# Sand to Gravel



## fishnoob (Feb 7, 2009)

We've had our 55 gallon tank for about 7 months. It currently has a sand substrate, which I really hate and it's a pain to keep clean. It never looks "clean" to me. I really want to switch to a gravel bed, but I'm worried about how to do this in a way that won't desperately stress out the fish. We have 1 oscar and 1 pleco (both are nearly 4 years old). I feel it will be really hard to take all the sand out without draining the tank, but how bad will that be for the fish? I can move them to a small tank while we clean it but will fresh new water be detrimental to them? Our filter has a bio wheel so I was wondering if that would help at least keep their good bacteria in the new water, so it's not at total shock to their systems. Any advice, tips, or suggestions?


----------



## djrichie (May 15, 2008)

the fish will only be in the small tank for a short period of time, they will be stress alittle but should be ok... fill the small tank with water from the tank your going to drain. That will help. 
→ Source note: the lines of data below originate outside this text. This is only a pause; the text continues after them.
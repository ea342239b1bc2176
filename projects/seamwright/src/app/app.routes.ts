import { Routes } from '@angular/router';
import { authGuard, guestGuard, roleGuard } from './core/auth.guard';

export const routes: Routes = [
  { path: '', pathMatch: 'full', loadComponent: () => import('./home/home.component').then((m) => m.HomeComponent), title: 'Seamwright' },
  {
    path: 'sign-in',
    canActivate: [guestGuard],
    loadComponent: () => import('./auth/sign-in.component').then((m) => m.SignInComponent),
    title: 'Sign in · Seamwright',
  },
  {
    path: 'sign-up',
    canActivate: [guestGuard],
    loadComponent: () => import('./auth/sign-up.component').then((m) => m.SignUpComponent),
    title: 'Create an account · Seamwright',
  },
  {
    path: 'reset-password',
    loadComponent: () => import('./auth/reset-password-page.component').then((m) => m.ResetPasswordPageComponent),
    title: 'Reset your password · Seamwright',
  },
  {
    path: 'invitations/accept',
    loadComponent: () => import('./auth/accept-invitation.component').then((m) => m.AcceptInvitationComponent),
    title: 'Invitation · Seamwright',
  },
  {
    path: 'patterns',
    canActivate: [authGuard],
    loadComponent: () => import('./patterns/patterns-page.component').then((m) => m.PatternsPageComponent),
    title: 'Patterns · Seamwright',
  },
  {
    path: 'patterns/:patternId',
    canActivate: [authGuard],
    loadChildren: () => import('./pattern/pattern.routes').then((m) => m.patternRoutes),
  },
  {
    path: 'account/password',
    canActivate: [authGuard],
    loadComponent: () => import('./account/change-password.component').then((m) => m.ChangePasswordComponent),
    title: 'Change password · Seamwright',
  },
  { path: 'shop', canActivate: [authGuard], loadChildren: () => import('./shop/shop.routes').then((m) => m.shopRoutes) },
  {
    path: 'scale-check',
    loadComponent: () => import('./scale-check/scale-check.component').then((m) => m.ScaleCheckComponent),
    title: 'Scale check · Seamwright',
  },
  {
    path: 'admin',
    canActivate: [roleGuard('admin')],
    loadComponent: () => import('./admin/admin-users.component').then((m) => m.AdminUsersComponent),
    title: 'Admin · Seamwright',
  },
  {
    path: '**',
    loadComponent: () => import('./not-found/not-found.component').then((m) => m.NotFoundComponent),
    title: 'Not found · Seamwright',
  },
];
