import type { JoinStepInput, Point } from '../document/pattern-schema';
import { formatPoint } from '../geometry/index';
import { JoiningContext } from './joining-context';
import type { JoiningPlan, JoiningProblem, JoinPart, JoinPress, JoinSeam, ResolvedJoinStep } from './joining-types';
import { isCurved, type ContactPaths } from './part-contacts';

/** A part while the plan is followed: what it is and which section copies it holds. */
export interface PlanUnit {
  part: JoinPart;
  instances: number[];
}

/** The outcome of following a plan step by step. */
export interface EvaluatedPlan {
  steps: ResolvedJoinStep[];
  problems: JoiningProblem[];
}

/**
 * Follows the plan step by step: resolves each step's parts, finds the seam between them, checks that it
 * is one continuous seam with matching marks on both sides where it curves, and at the end that every
 * section is in one final unit (docs/pattern-format.md#joining-plan).
 */
export function evaluateJoiningPlan(ctx: JoiningContext, plan: JoiningPlan): EvaluatedPlan {
  const steps: ResolvedJoinStep[] = [];
  const problems: JoiningProblem[] = [];
  const available = new Map<string, PlanUnit>();
  const usedIn = new Map<string, number>();
  const laterStepIds = new Map(plan.steps.map((s, i) => [s.id, i + 1]));
  for (const [id, entry] of ctx.sections) {
    if (!entry.section.ringRepeat) available.set(id, { part: { id, label: entry.section.label, sectionIds: [id] }, instances: entry.instances.slice() });
  }
  const ringed = new Set<string>();

  plan.steps.forEach((step, i) => {
    const number = i + 1;
    const report = (kind: JoiningProblem['kind'], message: string, point?: Point) =>
      problems.push({ stepId: step.id, kind, message: `Step ${number}: ${message}`, ...(point ? { point } : {}) });
    const resolved = step.kind === 'ring' ? ringStep(ctx, step, number, ringed, report) : joinStep(ctx, step, number, available, usedIn, laterStepIds, report);
    steps.push(resolved.step);
    if (resolved.unit) {
      for (const partId of resolved.consumed) {
        available.delete(partId);
        usedIn.set(partId, number);
      }
      available.set(step.id, resolved.unit);
    }
  });

  // Every section must end up in the block: one final unit.
  const finals = [...available.values()];
  const main = finals.reduce<PlanUnit | undefined>((best, u) => (!best || u.part.sectionIds.length > best.part.sectionIds.length ? u : best), undefined);
  const inMain = new Set(main?.part.sectionIds ?? []);
  for (const [id, entry] of ctx.sections) {
    if (inMain.has(id)) continue;
    const label = entry.section.label;
    const count = entry.section.ringRepeat?.count;
    const message =
      count && !ringed.has(id)
        ? `The ${count} copies of ${label} are never joined into a ring, so ${label} is not in the block.`
        : `${label} is never joined to the rest of the block${main ? ` (${main.part.label})` : ''}.`;
    const b = ctx.instances[entry.instances[0]].bounds;
    problems.push({ stepId: null, kind: 'missing-section', message, point: { x: (b.minX + b.maxX) / 2, y: (b.minY + b.maxY) / 2 } });
  }
  return { steps, problems };
}

type Report = (kind: JoiningProblem['kind'], message: string, point?: Point) => void;

interface StepOutcome {
  step: ResolvedJoinStep;
  unit?: PlanUnit;
  consumed: string[];
}

const EMPTY_SEAM: JoinSeam = { kind: 'straight', paths: [], lengthIn: 0 };

function ringStep(ctx: JoiningContext, step: Extract<JoinStepInput, { kind: 'ring' }>, number: number, ringed: Set<string>, report: Report): StepOutcome {
  const entry = ctx.sections.get(step.sectionId);
  const label = entry?.section.label ?? step.sectionId;
  const count = entry?.section.ringRepeat?.count ?? 0;
  const part: JoinPart = { id: step.sectionId, label, sectionIds: entry ? [step.sectionId] : [] };
  const press: JoinPress = step.press === 'open' ? { open: true } : { ring: step.press };
  const pressLabel = step.press === 'open' ? 'Press the seams open' : `Press the seams all ${step.press} round the ring (as seen from the front)`;
  const resolved: ResolvedJoinStep = {
    id: step.id,
    number,
    kind: 'ring',
    label: count ? `Join the ${count} copies of ${label} into a ring` : `Join ${label} into a ring`,
    partA: part,
    partB: part,
    seam: EMPTY_SEAM,
    press,
    pressLabel,
    marks: [],
    seamMarks: [],
    ...(count ? { ringCount: count } : {}),
    result: { id: step.id, label: `the ${label} ring`, sectionIds: part.sectionIds },
  };
  if (!entry) {
    report('unknown-part', `there is no section "${step.sectionId}" to join into a ring.`);
    return { step: resolved, consumed: [] };
  }
  if (!count) {
    report('unknown-part', `${label} has no ring repeat, so it has no copies to join into a ring.`);
    return { step: resolved, consumed: [] };
  }
  if (ringed.has(step.sectionId)) {
    report('reused-part', `the copies of ${label} are joined into a ring twice.`);
    return { step: resolved, consumed: [] };
  }
  ringed.add(step.sectionId);
  const copies = entry.instances;
  const paths: Point[][] = [];
  let lengthIn = 0;
  const marks: Point[] = [];
  const seamMarks: Point[] = [];
  copies.forEach((k, i) => {
    const next = copies[(i + 1) % copies.length];
    const contact = ctx.contacts.contact([k], [next]);
    const which = i + 1 < copies.length ? `copies ${i + 1} and ${i + 2} of ${label}` : `the last copy of ${label} and the first (closing the ring)`;
    checkContact(ctx, contact, [k], [next], which, report);
    paths.push(...contact.paths);
    lengthIn += contact.lengthIn;
    for (const m of ctx.joinMarks([k], [next])) (m.kind === 'spacing' ? marks : seamMarks).push(m.a);
  });
  resolved.seam = { kind: isCurved(paths) ? 'curved' : 'straight', paths, lengthIn };
  resolved.marks = marks;
  resolved.seamMarks = seamMarks;
  return { step: resolved, unit: { part: resolved.result, instances: copies.slice() }, consumed: [] };
}

function joinStep(
  ctx: JoiningContext,
  step: Extract<JoinStepInput, { kind: 'join' }>,
  number: number,
  available: Map<string, PlanUnit>,
  usedIn: Map<string, number>,
  laterStepIds: Map<string, number>,
  report: Report,
): StepOutcome {
  const lookup = (id: string): PlanUnit | undefined => {
    const unit = available.get(id);
    if (unit) return unit;
    const entry = ctx.sections.get(id);
    const used = usedIn.get(id);
    if (used !== undefined) report('reused-part', `${entry?.section.label ?? `the unit of step ${laterStepIds.get(id) ?? id}`} was already joined in step ${used}.`);
    else if (entry?.section.ringRepeat) report('unknown-part', `${entry.section.label} is a ring repeat: join its copies into a ring first, then join the ring.`);
    else if (laterStepIds.has(id)) report('unknown-part', `it names the unit of step ${laterStepIds.get(id)}, which is not made yet.`);
    else report('unknown-part', `"${id}" is neither a section nor an earlier step.`);
    return undefined;
  };
  const a = lookup(step.a);
  const b = step.a === step.b ? undefined : lookup(step.b);
  if (step.a === step.b) report('reused-part', `it joins ${a?.part.label ?? step.a} to itself.`);
  const partA = a?.part ?? { id: step.a, label: step.a, sectionIds: [] };
  const partB = b?.part ?? { id: step.b, label: step.b, sectionIds: [] };
  const held = new Set([...partA.sectionIds, ...partB.sectionIds]);
  const sectionIds = [...ctx.sections.keys()].filter((id) => held.has(id));
  const labels = sectionIds.map((id) => ctx.sections.get(id)!.section.label);
  const result: JoinPart = { id: step.id, label: `unit ${number} (${labels.join(', ')})`, sectionIds };
  const press: JoinPress = step.press === 'open' ? { open: true } : { toward: step.press === 'a' ? partA.id : partB.id };
  const resolved: ResolvedJoinStep = {
    id: step.id,
    number,
    kind: 'join',
    label: `Join ${partA.label} to ${partB.label}`,
    partA,
    partB,
    seam: EMPTY_SEAM,
    press,
    pressLabel: step.press === 'open' ? 'Press the seam open' : `Press the seam toward ${step.press === 'a' ? partA.label : partB.label}`,
    marks: [],
    seamMarks: [],
    result,
  };
  const instances = [...(a?.instances ?? []), ...(b?.instances ?? [])];
  const consumed = [a ? step.a : null, b ? step.b : null].filter((x): x is string => x !== null);
  if (!a || !b) return { step: resolved, unit: instances.length ? { part: result, instances } : undefined, consumed };
  const contact = ctx.contacts.contact(a.instances, b.instances);
  checkContact(ctx, contact, a.instances, b.instances, `${partA.label} and ${partB.label}`, report);
  const curved = isCurved(contact.paths);
  resolved.seam = { kind: curved ? 'curved' : 'straight', paths: contact.paths, lengthIn: contact.lengthIn };
  const marks = ctx.joinMarks(a.instances, b.instances);
  resolved.marks = marks.filter((m) => m.kind === 'spacing').map((m) => m.a);
  resolved.seamMarks = marks.filter((m) => m.kind !== 'spacing').map((m) => m.a);
  return { step: resolved, unit: { part: result, instances }, consumed };
}

/** Reports a join whose parts do not touch, meet along more than one stretch or round a corner, or whose curve lacks matching marks. */
function checkContact(ctx: JoiningContext, contact: ContactPaths, a: readonly number[], b: readonly number[], parts: string, report: Report): void {
  if (contact.paths.length === 0) {
    const gap = nearestGap(ctx, a, b);
    report('not-touching', `${parts} do not touch (nearest ${gap.distance.toFixed(2)} in. apart near ${formatPoint(gap.point)}), so there is no seam to join them along.`, gap.point);
    return;
  }
  if (!contact.continuous) {
    const where = contact.pivot ? ` at ${formatPoint(contact.pivot)}` : '';
    const how = contact.paths.length > 1 ? `along ${contact.paths.length} separate stretches of edge` : 'along an edge that turns a corner';
    report('inset', `${parts} meet ${how}, so joining them needs an inset (Y) seam, pivoting${where}.`, contact.pivot);
    return;
  }
  if (!isCurved(contact.paths)) return;
  const marks = ctx.joinMarks(a, b).filter((m) => m.kind === 'spacing');
  if (marks.length === 0) {
    report('marks-mismatch', `the curved seam between ${parts} has no matching marks.`, contact.paths[0][0]);
    return;
  }
  const lonely = marks.find((m) => m.b === null)?.a ?? ctx.unmatchedOnB(a, b);
  if (lonely) report('marks-mismatch', `a matching mark on the curved seam between ${parts} at ${formatPoint(lonely)} has no twin on the other side.`, lonely);
}

// Pairs of copies whose outlines are compared point by point when looking for the gap between two parts.
const GAP_PAIRS = 6;

/** Where two parts come nearest (between outline points of the copies whose bounds are nearest), for the message. */
function nearestGap(ctx: JoiningContext, a: readonly number[], b: readonly number[]): { distance: number; point: Point } {
  const boxGap = (i: number, j: number) => {
    const p = ctx.instances[i].bounds;
    const q = ctx.instances[j].bounds;
    return Math.hypot(Math.max(0, p.minX - q.maxX, q.minX - p.maxX), Math.max(0, p.minY - q.maxY, q.minY - p.maxY));
  };
  // The GAP_PAIRS nearest pairs by box gap, in the order a stable sort of all pairs would give (ties in
  // the order met): kept as they come, without listing every pair (two large units have thousands).
  const pairs: Array<[number, number, number]> = [];
  for (const i of a) {
    const p = ctx.instances[i].bounds;
    for (const j of b) {
      if (pairs.length === GAP_PAIRS) {
        // hypot(dx, dy) is never below the larger of dx and dy: a pair whose larger side is already no
        // nearer than the sixth pair kept would be passed over below, so skip the hypot.
        const q = ctx.instances[j].bounds;
        if (Math.max(0, p.minX - q.maxX, q.minX - p.maxX, p.minY - q.maxY, q.minY - p.maxY) >= pairs[GAP_PAIRS - 1][0]) continue;
      }
      const gap = boxGap(i, j);
      if (pairs.length === GAP_PAIRS && gap >= pairs[GAP_PAIRS - 1][0]) continue;
      let k = pairs.length;
      while (k > 0 && pairs[k - 1][0] > gap) k--;
      pairs.splice(k, 0, [gap, i, j]);
      if (pairs.length > GAP_PAIRS) pairs.pop();
    }
  }
  let best = { distance: Infinity, point: { x: 0, y: 0 } };
  for (const [, i, j] of pairs) {
    for (const p of ctx.instances[i].ring) {
      for (const q of ctx.instances[j].ring) {
        const d = Math.hypot(p.x - q.x, p.y - q.y);
        if (d < best.distance) best = { distance: d, point: { x: (p.x + q.x) / 2, y: (p.y + q.y) / 2 } };
      }
    }
  }
  return best;
}

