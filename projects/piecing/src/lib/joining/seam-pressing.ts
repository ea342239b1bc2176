import { SEAM_PRESS_DEFAULT, type PatternDocument, type Section } from '../document/pattern-schema';
import { derivePatches, distanceToSegment, locatePoint, type DerivedPatch } from '../geometry/index';
import { checkSewability, type SewabilityVerdict } from '../sewability/index';
import { SEAM_REACH_TOLERANCE_IN } from '../tolerance';
import type { SeamPressing } from './joining-types';

// A sewing step lies on a seam when both its ends are this near the seam's line (inches).
const ON_SEAM_IN = SEAM_REACH_TOLERANCE_IN;

/**
 * How each patch seam of a section is pressed (docs/pattern-format.md#pressing), resolved against the
 * piecing order (patch numbers ascending): the patch each seam sews on (`addedPatch`), the patch sewn
 * before it across the seam (`previousPatch`), and the patch it is pressed toward — the one just added
 * unless the designer says `previous` or `open`. Toward the patch just added is the usual practice on a
 * foundation (common practice). A seam that sews no patch in the order (the section is not sewable as
 * numbered, past the first failing patch) has no patches. Empty when the section does not exist.
 */
export function seamPressing(doc: Pick<PatternDocument, 'sections'>, sectionId: string): SeamPressing[] {
  const section = doc.sections.find((s) => s.id === sectionId);
  if (!section) return [];
  const { patches } = derivePatches(section);
  return sectionSeamPressing(section, patches, checkSewability(patches));
}

/**
 * {@link seamPressing} of a section whose patches (in piecing order) and sewability verdict are already at
 * hand (the print set works them out once for every section).
 */
export function sectionSeamPressing(section: Section, patches: readonly DerivedPatch[], verdict: SewabilityVerdict): SeamPressing[] {
  const position = new Map(verdict.order.map((n, i) => [n, i]));
  const claimed = new Set<number>();
  return section.seams.map((seam) => {
    const press = seam.press ?? SEAM_PRESS_DEFAULT;
    const lenSq = (seam.b.x - seam.a.x) ** 2 + (seam.b.y - seam.a.y) ** 2;
    const len = Math.sqrt(lenSq);
    const offLine = (p: { x: number; y: number }) => Math.abs((p.x - seam.a.x) * (seam.b.y - seam.a.y) - (p.y - seam.a.y) * (seam.b.x - seam.a.x)) / len;
    const stepIndex = verdict.steps.findIndex((step, k) => {
      if (claimed.has(k) || lenSq === 0) return false;
      const mid = { x: (step.from.x + step.to.x) / 2, y: (step.from.y + step.to.y) / 2 };
      return offLine(step.from) <= ON_SEAM_IN && offLine(step.to) <= ON_SEAM_IN && distanceToSegment(mid, seam.a, seam.b) <= ON_SEAM_IN;
    });
    if (stepIndex < 0) return { seamId: seam.id, press };
    claimed.add(stepIndex);
    const step = verdict.steps[stepIndex];
    const added = step.patchNumber;
    const mid = { x: (step.from.x + step.to.x) / 2, y: (step.from.y + step.to.y) / 2 };
    const previous = patches.find((p) => p.number !== added && (position.get(p.number) ?? Infinity) < (position.get(added) ?? -1) && locatePoint(mid, p.polygon, ON_SEAM_IN) === 'boundary')?.number;
    const toward = press === 'added' ? added : press === 'previous' ? previous : undefined;
    return {
      seamId: seam.id,
      press,
      addedPatch: added,
      ...(previous !== undefined ? { previousPatch: previous } : {}),
      ...(toward !== undefined ? { towardPatch: toward } : {}),
    };
  });
}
When you got everything to gether and ready to go into the tank. Drain the tank but keep at least 50% of the old tank water. preferabliy the water that has all the bio-colony from vacuming. Keep this in buckets you will need it to refill the tank. Do not clean the filter leave it dirty. Drain the tank and replace the sand witht hte gravel. now just set back up the tank and fill with thte dirty water, top it off with fresh water as if you just doing a water change. If will look dirty, don't warry about it it will all settle down in a few hours. Your tank will go into a mini cycle, but nothing to worry about really just keep an eye on your levels. After a week, just start you normal weekly WC's. Gravel Vac. very light just over the surface don't get down into the gravel just clean it up allittle, after that next week just do you normal cleaning . If you divivd the gravel into 4 sections and clean a new section each week you Bio-colony will be stronger and you water quailty will be better.


----------



## aconrad (Apr 30, 2008)

What kind of a filter are you using on your sand tank? Im just wondering if I should be doing mine differently.


----------



## fishnoob (Feb 7, 2009)

Thanks SO much for the advice. 

Our filter is a Penguin Bio Wheel 350.


----------



## aconrad (Apr 30, 2008)

Umm, how does the sand not chew up the filter? I had it on a 35 gal tank, chewed my filter up because of the sand.


----------



## fishnoob (Feb 7, 2009)

Yep, that's a big reason I want to switch to gravel. We did put a sponge over the filter intake and that helps a LOT with the sand, and we clean it when we do water changes. We also have to thoroughly clean out the filter itself ever time too though, intake tube, everything, we basically have to take it apart to clean it and it's just too much of a hassle to get all the sand out all the time. BUT the sponge definitely helped. We got it from a local aquarium shop, the guy gave them to us, don't know what they were supposed to be for, but I just cut a slit in the middle big enough to fit it completely over the filter intake, like a pre-filter actually. It works pretty well, I just don't want to deal with the upkeep of taking apart the filter every time to get all the sand out.


----------



## aconrad (Apr 30, 2008)

Im running old canister filters on my 35 gal. I did the sponge thing you're talking about, but it didnt help lol the dojo loaches just kick up the sand too much.


----------



## djrichie (May 15, 2008)

Did you guys ever think about shorting the intake tube, which would get it up away from the heavy amounts of stirred up sand as will as use a fry sponge. I was just thinking because I never used sand and most likely unless its a wet/dry system where sand is not a problem, from what i can see.


----------



## fishnoob (Feb 7, 2009)

yep, tried shortening the intake tube, it only goes between 1/3 and halfway into the tank. it still gets sand in though. i do have 2 very messy fish though, i expected the oscar to be messy, but my pleco is just as bad if not worse than the oscar.


----------



## aconrad (Apr 30, 2008)

Since dojo loaches and the plecos in that tank dig, there is really little hope of any other filtering than what I have now. The filter is fine on it now too lol.


----------



## djrichie (May 15, 2008)

yes, Oscar and pleco or both very dirty fish and give off a huge Bio-load on the tank......


----------



## fishnoob (Feb 7, 2009)

_*now*_ you tell me :ISh_the_Fish: lol kidding


----------



## delco (Jul 24, 2008)

I used a clear syphon hose and sucked the sand out, a little at a time. You can suck it out each time you do a water change. then when you want to add gravel I take a 2 foot long plastic pipe,, 1.5 inch, taped to a 2 leader bottle top half (as a funnel). You can stick this in the water rest it on the bottom and place the gravel exactly where you want it. YOU DO NOT HAVE TO REMOVE THE FISH.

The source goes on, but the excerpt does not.